● **ACTIVITY**
Write out exactly the lines of the entries below from the one holding "const base = E_SERIES[series];" to the one holding "const consider = (b: number, sh: number, s: number)", inclusive, and leave out all other lines.
___ INPUT ___
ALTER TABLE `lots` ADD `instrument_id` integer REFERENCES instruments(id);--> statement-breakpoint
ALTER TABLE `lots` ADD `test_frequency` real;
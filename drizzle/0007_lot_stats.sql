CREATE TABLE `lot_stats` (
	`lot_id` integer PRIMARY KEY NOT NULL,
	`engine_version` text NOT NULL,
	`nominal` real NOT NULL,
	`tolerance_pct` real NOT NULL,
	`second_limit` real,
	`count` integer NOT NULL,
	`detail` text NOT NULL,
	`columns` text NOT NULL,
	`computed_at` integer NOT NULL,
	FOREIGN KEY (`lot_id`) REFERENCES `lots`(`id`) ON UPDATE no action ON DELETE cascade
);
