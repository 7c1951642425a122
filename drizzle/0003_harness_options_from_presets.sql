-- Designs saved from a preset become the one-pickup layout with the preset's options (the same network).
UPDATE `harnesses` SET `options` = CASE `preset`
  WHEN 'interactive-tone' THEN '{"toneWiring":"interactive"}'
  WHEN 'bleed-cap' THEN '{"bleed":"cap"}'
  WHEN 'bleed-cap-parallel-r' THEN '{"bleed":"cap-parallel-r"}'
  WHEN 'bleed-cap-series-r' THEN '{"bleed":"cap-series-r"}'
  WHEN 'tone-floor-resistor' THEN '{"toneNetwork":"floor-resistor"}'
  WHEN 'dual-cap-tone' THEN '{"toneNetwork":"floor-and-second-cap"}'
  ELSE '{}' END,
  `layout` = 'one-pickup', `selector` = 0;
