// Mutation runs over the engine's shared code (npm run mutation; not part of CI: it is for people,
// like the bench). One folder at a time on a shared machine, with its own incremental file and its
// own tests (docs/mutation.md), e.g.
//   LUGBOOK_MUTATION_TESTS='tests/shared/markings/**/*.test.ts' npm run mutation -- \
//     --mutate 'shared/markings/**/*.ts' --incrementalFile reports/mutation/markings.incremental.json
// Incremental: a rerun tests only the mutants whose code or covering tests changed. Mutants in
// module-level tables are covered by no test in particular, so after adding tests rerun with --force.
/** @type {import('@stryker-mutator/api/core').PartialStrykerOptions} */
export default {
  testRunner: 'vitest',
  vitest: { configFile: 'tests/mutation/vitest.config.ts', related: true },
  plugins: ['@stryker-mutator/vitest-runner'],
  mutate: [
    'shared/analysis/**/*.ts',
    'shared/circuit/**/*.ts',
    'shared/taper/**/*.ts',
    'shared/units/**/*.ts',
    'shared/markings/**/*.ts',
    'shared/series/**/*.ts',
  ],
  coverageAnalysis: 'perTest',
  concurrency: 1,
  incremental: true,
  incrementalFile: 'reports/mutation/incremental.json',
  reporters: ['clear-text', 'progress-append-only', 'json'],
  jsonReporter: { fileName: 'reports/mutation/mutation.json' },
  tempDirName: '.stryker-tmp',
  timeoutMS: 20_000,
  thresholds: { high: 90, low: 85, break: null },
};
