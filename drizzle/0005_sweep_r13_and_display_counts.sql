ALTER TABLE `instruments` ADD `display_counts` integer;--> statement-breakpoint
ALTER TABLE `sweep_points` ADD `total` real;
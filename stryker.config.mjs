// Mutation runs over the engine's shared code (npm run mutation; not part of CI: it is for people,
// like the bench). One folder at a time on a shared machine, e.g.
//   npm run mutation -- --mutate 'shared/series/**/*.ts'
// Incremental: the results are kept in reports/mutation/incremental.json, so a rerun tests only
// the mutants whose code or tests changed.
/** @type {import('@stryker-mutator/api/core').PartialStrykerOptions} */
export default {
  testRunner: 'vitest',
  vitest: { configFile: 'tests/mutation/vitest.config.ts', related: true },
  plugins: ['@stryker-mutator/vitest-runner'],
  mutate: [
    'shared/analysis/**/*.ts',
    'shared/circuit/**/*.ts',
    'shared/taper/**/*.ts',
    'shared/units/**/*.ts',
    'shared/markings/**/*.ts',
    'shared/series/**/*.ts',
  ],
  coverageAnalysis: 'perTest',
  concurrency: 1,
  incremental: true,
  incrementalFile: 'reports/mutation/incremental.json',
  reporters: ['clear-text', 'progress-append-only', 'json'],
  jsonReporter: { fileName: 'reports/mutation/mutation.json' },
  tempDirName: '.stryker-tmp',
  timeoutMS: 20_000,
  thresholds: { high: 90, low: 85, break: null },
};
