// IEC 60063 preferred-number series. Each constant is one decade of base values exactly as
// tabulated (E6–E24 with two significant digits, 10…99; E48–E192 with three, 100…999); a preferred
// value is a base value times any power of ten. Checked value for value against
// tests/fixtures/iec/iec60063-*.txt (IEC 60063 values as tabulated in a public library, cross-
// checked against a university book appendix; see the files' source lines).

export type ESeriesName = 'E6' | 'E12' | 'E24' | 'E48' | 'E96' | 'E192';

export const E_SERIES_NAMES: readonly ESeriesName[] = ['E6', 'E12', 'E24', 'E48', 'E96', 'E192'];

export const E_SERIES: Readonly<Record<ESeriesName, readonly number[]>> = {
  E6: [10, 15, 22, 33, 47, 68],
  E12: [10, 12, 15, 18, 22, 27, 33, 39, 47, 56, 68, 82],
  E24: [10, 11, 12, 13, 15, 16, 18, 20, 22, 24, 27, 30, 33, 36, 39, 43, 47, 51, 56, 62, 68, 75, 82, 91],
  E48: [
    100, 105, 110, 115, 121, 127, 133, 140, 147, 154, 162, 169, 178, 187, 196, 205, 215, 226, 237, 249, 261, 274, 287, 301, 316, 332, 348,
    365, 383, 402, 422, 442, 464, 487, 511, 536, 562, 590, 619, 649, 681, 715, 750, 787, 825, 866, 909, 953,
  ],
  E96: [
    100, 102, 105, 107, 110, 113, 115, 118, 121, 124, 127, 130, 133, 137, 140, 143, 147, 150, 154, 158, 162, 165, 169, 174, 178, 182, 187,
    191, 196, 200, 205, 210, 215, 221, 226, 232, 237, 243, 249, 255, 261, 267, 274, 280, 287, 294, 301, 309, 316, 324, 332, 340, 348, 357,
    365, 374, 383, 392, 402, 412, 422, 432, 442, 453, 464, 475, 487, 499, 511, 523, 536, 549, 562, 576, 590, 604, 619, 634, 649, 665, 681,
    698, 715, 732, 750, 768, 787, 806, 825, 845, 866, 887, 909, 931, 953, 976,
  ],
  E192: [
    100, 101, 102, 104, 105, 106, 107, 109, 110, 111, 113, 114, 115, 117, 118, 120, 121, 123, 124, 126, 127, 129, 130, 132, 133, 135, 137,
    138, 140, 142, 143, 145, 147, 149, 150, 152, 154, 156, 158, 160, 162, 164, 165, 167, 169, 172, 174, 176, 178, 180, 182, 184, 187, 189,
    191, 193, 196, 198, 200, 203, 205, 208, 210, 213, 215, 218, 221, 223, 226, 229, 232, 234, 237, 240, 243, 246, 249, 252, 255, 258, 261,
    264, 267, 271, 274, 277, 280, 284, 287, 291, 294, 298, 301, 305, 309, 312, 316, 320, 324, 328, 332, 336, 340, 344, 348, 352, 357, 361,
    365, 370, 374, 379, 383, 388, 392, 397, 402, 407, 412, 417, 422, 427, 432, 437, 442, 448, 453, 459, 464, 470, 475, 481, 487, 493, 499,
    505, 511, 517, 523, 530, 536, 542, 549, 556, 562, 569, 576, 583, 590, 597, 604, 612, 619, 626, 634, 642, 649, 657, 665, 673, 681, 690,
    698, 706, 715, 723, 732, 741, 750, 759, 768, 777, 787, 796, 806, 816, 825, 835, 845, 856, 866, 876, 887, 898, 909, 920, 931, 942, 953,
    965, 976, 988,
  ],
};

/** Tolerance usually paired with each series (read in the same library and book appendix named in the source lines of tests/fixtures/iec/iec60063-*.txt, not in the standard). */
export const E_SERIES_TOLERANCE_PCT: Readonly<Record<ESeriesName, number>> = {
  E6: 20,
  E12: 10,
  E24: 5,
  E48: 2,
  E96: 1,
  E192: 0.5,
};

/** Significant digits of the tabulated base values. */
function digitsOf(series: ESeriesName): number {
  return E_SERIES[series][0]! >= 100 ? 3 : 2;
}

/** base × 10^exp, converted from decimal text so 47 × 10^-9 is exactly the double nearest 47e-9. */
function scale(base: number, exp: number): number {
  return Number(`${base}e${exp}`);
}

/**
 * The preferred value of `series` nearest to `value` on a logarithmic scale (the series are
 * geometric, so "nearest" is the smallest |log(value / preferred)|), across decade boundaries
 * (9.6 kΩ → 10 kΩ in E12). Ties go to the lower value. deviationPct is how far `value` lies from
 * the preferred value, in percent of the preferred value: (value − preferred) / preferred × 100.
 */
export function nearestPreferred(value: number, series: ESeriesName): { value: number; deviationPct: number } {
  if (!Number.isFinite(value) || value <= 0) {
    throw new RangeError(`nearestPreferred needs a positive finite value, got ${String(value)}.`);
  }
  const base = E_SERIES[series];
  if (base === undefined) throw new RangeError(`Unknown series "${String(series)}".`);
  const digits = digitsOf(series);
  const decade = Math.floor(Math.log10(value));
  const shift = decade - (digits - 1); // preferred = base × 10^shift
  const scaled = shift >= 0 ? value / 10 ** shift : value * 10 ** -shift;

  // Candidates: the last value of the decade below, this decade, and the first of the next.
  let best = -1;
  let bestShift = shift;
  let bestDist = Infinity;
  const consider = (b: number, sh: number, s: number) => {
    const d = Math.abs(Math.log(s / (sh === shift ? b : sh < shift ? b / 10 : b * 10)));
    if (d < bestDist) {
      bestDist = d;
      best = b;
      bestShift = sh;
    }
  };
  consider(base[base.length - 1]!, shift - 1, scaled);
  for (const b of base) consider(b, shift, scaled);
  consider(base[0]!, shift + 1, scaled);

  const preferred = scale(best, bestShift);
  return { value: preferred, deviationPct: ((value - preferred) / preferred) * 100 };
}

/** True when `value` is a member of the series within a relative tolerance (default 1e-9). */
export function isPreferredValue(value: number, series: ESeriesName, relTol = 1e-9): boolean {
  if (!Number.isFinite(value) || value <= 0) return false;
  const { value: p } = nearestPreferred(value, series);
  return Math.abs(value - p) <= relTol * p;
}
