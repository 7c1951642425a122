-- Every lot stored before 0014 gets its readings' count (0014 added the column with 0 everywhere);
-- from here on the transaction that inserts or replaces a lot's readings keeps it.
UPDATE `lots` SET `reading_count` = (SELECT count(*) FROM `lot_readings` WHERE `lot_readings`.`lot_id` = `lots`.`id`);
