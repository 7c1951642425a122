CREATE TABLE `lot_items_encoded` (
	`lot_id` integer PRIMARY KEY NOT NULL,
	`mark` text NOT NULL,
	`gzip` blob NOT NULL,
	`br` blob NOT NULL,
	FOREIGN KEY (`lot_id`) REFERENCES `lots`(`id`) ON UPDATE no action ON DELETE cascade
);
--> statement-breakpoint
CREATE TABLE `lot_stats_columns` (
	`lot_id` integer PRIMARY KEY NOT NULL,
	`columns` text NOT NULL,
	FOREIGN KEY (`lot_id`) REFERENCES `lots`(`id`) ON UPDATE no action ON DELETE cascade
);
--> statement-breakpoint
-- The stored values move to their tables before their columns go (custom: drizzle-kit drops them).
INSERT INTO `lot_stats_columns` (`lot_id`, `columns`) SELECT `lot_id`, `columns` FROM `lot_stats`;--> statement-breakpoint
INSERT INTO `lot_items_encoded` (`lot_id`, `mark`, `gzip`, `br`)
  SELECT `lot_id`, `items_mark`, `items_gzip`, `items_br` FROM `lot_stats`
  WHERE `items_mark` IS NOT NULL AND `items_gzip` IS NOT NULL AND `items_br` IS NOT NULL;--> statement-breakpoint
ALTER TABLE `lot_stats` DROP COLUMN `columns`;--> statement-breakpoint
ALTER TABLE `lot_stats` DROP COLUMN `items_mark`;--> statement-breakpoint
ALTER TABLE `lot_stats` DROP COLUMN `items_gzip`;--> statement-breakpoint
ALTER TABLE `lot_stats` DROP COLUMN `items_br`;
___
● **SOLUTION FOR THIS PROBLEM**
  const base = E_SERIES[series];
  if (base === undefined) throw new RangeError(`Unknown series "${String(series)}".`);
  const digits = digitsOf(series);
  const decade = Math.floor(Math.log10(value));
  const shift = decade - (digits - 1); // preferred = base × 10^shift
  const scaled = shift >= 0 ? value / 10 ** shift : value * 10 ** -shift;

  // Candidates: the last value of the decade below, this decade, and the first of the next.
  let best = -1;
  let bestShift = shift;
  let bestDist = Infinity;
  const consider = (b: number, sh: number, s: number) => {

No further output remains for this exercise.